▶ **Data shown**
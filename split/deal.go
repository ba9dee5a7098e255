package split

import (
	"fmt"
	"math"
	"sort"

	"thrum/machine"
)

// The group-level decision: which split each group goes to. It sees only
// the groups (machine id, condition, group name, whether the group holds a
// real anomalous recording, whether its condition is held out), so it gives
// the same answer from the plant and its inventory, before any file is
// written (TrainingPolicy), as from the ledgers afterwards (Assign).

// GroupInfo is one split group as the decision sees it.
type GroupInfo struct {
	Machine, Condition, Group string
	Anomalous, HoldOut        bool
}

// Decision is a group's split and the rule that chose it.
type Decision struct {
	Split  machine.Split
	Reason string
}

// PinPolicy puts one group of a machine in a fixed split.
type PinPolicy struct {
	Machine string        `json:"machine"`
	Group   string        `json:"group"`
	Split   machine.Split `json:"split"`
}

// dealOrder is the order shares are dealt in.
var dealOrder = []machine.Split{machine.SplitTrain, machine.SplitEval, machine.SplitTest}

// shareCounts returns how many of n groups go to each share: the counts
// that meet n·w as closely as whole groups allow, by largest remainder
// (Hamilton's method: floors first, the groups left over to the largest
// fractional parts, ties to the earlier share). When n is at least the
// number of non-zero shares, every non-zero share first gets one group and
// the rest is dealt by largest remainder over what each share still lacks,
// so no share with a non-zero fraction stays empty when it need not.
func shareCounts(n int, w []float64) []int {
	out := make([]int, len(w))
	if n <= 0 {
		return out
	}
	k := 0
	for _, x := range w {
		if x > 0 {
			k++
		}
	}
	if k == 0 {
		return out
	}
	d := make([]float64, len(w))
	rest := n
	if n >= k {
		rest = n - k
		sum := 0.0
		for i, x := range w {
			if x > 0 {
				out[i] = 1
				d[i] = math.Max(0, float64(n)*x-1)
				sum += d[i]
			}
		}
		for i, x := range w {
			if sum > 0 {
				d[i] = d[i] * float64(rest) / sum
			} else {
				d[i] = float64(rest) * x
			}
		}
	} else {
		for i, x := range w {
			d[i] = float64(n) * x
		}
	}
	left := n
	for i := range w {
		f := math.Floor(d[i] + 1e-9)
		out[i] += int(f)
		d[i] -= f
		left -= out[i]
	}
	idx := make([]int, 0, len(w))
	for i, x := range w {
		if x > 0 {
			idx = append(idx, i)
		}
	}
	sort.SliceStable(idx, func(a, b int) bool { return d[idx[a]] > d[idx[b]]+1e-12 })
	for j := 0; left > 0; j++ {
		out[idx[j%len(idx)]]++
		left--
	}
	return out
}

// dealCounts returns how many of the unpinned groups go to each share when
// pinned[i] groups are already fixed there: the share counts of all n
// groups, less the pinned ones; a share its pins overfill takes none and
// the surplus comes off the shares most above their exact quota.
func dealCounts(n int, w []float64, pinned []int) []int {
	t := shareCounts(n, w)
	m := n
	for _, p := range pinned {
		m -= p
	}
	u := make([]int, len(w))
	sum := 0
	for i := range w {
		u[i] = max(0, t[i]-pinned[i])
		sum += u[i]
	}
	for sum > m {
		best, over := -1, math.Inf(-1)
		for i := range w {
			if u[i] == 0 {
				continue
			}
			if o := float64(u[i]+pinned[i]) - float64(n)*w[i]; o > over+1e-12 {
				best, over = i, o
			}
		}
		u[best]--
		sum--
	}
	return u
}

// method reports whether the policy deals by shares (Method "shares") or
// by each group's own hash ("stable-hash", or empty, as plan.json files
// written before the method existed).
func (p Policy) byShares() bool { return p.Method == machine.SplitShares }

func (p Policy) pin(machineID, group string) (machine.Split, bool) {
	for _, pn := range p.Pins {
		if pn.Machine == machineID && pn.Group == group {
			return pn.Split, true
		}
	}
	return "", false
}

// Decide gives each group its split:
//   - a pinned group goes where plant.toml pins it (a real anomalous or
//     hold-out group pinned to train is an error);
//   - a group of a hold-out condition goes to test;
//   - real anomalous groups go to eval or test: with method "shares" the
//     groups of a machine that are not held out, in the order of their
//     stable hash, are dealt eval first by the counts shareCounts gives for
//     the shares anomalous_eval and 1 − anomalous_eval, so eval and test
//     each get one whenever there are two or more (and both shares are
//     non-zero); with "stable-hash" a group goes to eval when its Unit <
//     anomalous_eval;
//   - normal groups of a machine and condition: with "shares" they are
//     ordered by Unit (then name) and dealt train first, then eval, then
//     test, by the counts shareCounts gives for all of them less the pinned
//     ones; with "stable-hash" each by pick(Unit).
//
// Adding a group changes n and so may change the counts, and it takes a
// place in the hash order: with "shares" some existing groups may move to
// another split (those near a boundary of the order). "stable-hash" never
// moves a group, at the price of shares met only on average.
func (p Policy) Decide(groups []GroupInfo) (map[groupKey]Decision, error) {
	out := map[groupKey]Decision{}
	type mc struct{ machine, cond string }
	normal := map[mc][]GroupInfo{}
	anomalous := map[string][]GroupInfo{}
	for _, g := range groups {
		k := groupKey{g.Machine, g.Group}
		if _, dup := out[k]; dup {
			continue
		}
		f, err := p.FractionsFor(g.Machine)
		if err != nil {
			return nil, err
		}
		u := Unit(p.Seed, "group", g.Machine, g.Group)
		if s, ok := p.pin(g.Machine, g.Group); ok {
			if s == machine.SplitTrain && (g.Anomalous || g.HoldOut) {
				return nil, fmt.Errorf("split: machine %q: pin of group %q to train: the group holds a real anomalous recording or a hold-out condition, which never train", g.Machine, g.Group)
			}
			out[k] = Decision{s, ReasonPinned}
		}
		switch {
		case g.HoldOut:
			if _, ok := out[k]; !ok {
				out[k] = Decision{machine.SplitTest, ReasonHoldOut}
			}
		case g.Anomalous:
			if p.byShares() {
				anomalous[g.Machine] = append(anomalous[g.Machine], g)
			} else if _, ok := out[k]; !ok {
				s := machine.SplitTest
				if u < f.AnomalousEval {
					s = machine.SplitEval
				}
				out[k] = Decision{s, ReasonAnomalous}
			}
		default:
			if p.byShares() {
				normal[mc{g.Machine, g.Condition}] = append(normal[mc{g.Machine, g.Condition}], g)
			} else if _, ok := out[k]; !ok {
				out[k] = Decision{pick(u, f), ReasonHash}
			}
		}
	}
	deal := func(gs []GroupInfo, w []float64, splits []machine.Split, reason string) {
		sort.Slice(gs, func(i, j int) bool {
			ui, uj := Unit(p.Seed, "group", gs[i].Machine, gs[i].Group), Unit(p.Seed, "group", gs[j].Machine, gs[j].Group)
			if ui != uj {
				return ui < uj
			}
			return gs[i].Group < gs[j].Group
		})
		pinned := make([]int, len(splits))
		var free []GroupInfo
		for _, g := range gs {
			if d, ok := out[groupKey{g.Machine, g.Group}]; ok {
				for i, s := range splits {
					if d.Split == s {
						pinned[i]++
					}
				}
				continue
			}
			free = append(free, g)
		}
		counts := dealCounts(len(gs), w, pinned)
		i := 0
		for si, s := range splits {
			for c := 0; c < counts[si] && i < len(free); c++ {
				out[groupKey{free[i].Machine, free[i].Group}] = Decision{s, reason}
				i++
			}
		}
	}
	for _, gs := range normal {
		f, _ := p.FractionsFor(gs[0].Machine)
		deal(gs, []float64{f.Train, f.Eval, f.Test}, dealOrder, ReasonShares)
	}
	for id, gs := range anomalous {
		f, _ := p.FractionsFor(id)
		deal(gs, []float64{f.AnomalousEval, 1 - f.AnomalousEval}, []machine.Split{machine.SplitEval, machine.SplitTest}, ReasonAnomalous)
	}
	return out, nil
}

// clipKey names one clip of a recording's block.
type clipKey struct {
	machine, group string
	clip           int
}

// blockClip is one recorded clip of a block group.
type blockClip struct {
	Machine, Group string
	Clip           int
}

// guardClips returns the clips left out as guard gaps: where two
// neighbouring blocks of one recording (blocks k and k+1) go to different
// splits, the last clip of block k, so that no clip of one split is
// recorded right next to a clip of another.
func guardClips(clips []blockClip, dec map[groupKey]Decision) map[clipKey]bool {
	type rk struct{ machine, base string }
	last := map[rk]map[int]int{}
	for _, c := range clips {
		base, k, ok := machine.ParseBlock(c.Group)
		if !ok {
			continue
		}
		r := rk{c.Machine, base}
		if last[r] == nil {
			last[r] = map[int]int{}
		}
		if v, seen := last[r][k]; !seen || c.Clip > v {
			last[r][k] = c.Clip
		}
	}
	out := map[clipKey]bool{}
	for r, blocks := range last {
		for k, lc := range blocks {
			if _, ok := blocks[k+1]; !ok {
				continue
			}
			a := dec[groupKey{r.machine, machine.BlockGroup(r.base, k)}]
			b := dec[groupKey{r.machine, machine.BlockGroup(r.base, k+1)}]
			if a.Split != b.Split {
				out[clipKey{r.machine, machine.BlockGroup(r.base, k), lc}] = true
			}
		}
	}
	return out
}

...

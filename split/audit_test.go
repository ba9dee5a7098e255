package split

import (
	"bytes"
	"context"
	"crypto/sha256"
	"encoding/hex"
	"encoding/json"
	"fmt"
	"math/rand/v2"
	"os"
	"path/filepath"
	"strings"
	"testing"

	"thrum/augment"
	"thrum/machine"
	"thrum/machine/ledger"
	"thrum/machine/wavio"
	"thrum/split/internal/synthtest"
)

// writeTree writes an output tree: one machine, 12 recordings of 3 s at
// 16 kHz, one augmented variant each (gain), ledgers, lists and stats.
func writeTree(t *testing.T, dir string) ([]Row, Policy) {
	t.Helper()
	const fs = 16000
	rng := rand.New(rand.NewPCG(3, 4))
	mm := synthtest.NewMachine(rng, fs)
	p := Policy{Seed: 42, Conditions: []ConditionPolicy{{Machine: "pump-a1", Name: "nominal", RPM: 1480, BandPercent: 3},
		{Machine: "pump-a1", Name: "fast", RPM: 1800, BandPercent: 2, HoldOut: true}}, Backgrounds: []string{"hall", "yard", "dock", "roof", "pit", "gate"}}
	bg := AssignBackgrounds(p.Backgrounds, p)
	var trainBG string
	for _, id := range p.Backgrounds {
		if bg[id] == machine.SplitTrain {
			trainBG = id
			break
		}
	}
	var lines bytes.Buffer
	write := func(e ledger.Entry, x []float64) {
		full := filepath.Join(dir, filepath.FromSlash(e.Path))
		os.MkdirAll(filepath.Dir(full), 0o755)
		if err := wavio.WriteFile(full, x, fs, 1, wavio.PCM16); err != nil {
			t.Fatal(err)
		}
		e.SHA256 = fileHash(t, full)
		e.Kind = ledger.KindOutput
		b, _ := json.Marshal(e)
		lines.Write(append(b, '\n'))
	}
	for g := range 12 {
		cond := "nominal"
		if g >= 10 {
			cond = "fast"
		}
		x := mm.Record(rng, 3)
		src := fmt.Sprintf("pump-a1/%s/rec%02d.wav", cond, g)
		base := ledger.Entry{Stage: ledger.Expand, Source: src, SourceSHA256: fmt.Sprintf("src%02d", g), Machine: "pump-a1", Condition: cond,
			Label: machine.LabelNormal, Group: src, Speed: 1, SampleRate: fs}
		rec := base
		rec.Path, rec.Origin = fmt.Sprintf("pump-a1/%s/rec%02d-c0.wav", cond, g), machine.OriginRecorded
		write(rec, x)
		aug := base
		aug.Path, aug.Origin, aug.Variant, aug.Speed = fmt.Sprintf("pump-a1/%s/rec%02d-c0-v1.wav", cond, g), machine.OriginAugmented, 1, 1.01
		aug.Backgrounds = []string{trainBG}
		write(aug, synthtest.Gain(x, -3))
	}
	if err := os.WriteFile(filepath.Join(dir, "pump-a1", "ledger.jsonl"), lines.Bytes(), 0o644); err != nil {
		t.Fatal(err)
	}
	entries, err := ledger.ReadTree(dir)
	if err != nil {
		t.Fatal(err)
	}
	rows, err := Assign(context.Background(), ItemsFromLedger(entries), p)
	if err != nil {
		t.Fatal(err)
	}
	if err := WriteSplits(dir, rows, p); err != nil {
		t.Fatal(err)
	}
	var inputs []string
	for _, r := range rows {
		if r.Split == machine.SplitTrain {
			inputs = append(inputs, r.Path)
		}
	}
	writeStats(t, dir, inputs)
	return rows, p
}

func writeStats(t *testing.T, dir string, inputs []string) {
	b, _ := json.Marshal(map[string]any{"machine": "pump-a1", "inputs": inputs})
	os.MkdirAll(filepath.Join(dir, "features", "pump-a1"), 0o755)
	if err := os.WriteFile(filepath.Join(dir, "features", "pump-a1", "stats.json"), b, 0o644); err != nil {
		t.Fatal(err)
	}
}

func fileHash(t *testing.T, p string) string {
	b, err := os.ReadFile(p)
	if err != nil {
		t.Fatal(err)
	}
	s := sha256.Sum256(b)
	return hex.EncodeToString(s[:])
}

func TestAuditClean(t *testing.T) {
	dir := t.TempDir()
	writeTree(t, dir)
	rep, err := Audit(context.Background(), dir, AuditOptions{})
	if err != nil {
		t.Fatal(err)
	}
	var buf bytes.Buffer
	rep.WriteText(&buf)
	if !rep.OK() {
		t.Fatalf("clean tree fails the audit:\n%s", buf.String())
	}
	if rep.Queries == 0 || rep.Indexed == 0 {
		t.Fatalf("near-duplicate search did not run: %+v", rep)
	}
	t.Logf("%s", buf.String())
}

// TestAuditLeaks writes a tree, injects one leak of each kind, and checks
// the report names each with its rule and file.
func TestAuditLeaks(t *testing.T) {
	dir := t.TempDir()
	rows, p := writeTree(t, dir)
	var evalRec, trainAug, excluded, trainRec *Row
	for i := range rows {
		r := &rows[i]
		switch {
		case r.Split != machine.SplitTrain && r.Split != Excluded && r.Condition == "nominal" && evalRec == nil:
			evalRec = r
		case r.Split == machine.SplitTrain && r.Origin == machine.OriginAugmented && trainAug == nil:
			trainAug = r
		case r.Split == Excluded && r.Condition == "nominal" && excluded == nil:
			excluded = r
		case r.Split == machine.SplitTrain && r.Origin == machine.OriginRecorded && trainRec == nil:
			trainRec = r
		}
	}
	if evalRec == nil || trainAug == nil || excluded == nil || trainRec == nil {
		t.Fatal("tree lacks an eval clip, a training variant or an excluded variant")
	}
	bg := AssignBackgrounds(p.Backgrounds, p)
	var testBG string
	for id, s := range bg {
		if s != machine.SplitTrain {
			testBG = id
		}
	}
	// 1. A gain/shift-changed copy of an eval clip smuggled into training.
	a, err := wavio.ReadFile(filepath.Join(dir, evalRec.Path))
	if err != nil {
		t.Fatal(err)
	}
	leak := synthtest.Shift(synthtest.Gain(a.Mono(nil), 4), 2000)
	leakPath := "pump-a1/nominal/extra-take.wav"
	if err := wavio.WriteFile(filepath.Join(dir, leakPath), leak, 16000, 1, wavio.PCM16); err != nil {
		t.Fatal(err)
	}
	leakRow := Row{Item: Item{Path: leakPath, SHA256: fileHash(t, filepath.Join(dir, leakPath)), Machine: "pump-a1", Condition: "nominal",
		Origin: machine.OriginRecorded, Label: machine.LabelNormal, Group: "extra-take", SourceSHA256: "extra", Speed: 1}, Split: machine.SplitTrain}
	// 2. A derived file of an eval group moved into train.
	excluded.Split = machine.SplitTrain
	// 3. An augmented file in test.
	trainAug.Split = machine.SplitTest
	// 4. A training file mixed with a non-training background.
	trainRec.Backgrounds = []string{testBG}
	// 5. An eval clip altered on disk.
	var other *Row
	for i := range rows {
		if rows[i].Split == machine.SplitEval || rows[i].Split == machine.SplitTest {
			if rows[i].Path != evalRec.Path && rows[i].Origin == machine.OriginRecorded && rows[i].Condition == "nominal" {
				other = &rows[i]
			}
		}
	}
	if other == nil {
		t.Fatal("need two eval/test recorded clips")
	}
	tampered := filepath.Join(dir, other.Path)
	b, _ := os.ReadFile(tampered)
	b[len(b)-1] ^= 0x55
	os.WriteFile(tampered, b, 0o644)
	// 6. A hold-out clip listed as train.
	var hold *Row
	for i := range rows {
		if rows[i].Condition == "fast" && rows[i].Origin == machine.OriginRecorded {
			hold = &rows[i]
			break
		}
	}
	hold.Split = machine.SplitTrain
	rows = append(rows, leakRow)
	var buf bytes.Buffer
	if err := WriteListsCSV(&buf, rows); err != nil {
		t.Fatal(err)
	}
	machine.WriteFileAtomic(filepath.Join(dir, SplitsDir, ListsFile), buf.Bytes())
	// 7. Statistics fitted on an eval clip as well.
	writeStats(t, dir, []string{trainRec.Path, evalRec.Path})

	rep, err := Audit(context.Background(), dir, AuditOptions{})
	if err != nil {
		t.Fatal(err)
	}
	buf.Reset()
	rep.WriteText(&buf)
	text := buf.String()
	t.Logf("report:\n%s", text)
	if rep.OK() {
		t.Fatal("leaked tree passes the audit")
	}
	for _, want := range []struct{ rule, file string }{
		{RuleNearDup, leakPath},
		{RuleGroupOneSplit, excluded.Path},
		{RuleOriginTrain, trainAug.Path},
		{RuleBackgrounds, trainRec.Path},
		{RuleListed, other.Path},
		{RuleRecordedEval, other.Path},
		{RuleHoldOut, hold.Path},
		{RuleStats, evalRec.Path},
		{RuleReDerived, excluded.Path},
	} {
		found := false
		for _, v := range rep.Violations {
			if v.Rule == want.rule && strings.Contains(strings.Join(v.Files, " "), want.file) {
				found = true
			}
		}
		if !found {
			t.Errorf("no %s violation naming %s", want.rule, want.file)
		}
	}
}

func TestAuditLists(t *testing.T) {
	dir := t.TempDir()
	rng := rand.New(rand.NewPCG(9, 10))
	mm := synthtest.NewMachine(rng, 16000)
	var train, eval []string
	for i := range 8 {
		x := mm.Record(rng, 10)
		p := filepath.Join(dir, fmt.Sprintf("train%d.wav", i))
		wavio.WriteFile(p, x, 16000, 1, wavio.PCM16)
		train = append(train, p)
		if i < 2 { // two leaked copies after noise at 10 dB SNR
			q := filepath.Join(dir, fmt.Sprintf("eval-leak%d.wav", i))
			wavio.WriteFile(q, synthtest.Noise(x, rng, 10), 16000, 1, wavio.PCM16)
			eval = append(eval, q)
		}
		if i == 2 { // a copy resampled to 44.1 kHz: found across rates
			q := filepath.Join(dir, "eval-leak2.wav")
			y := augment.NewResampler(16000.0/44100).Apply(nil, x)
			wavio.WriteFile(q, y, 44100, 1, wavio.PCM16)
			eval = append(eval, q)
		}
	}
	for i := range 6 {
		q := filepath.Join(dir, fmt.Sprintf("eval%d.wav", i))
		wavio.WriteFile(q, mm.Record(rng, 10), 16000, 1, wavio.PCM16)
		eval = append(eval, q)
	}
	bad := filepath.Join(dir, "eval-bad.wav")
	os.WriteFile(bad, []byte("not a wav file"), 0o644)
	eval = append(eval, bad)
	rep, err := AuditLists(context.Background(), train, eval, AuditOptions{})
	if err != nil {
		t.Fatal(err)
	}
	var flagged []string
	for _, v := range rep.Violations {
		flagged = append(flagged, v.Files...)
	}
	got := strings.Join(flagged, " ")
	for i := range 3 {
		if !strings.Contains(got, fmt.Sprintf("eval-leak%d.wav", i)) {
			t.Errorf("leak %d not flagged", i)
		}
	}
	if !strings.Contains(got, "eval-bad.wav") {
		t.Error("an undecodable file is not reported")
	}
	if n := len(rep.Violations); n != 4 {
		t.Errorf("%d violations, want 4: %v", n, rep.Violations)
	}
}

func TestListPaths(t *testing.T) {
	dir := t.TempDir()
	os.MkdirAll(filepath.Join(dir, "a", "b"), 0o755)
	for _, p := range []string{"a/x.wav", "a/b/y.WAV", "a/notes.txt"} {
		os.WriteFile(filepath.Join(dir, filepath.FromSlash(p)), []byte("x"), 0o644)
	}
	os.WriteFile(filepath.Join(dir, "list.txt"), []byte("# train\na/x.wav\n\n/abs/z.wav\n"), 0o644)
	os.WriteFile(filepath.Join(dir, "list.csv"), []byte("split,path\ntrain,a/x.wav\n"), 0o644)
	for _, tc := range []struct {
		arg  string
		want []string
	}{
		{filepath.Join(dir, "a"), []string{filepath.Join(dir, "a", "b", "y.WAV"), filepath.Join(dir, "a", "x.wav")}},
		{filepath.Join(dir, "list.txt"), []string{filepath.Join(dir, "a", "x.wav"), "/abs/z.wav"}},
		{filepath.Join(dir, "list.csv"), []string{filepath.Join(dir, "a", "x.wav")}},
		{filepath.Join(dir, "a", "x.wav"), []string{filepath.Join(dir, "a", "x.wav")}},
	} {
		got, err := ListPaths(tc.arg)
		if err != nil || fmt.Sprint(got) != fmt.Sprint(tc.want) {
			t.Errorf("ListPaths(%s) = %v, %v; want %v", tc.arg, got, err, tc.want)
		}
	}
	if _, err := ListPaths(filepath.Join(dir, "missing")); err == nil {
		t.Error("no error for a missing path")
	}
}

▶ **Problem**
Look above for the line containing "filename split/deal.go" and the line containing "any file is". Transcribe both, with the lines between them, exactly.

▶ **Solution to this problem**
filename split/deal.go
repository ba9dee5a7098e255
package split

import (
	"fmt"
	"math"
	"sort"

	"thrum/machine"
)

// The group-level decision: which split each group goes to. It sees only
// the groups (machine id, condition, group name, whether the group holds a
// real anomalous recording, whether its condition is held out), so it gives
// the same answer from the plant and its inventory, before any file is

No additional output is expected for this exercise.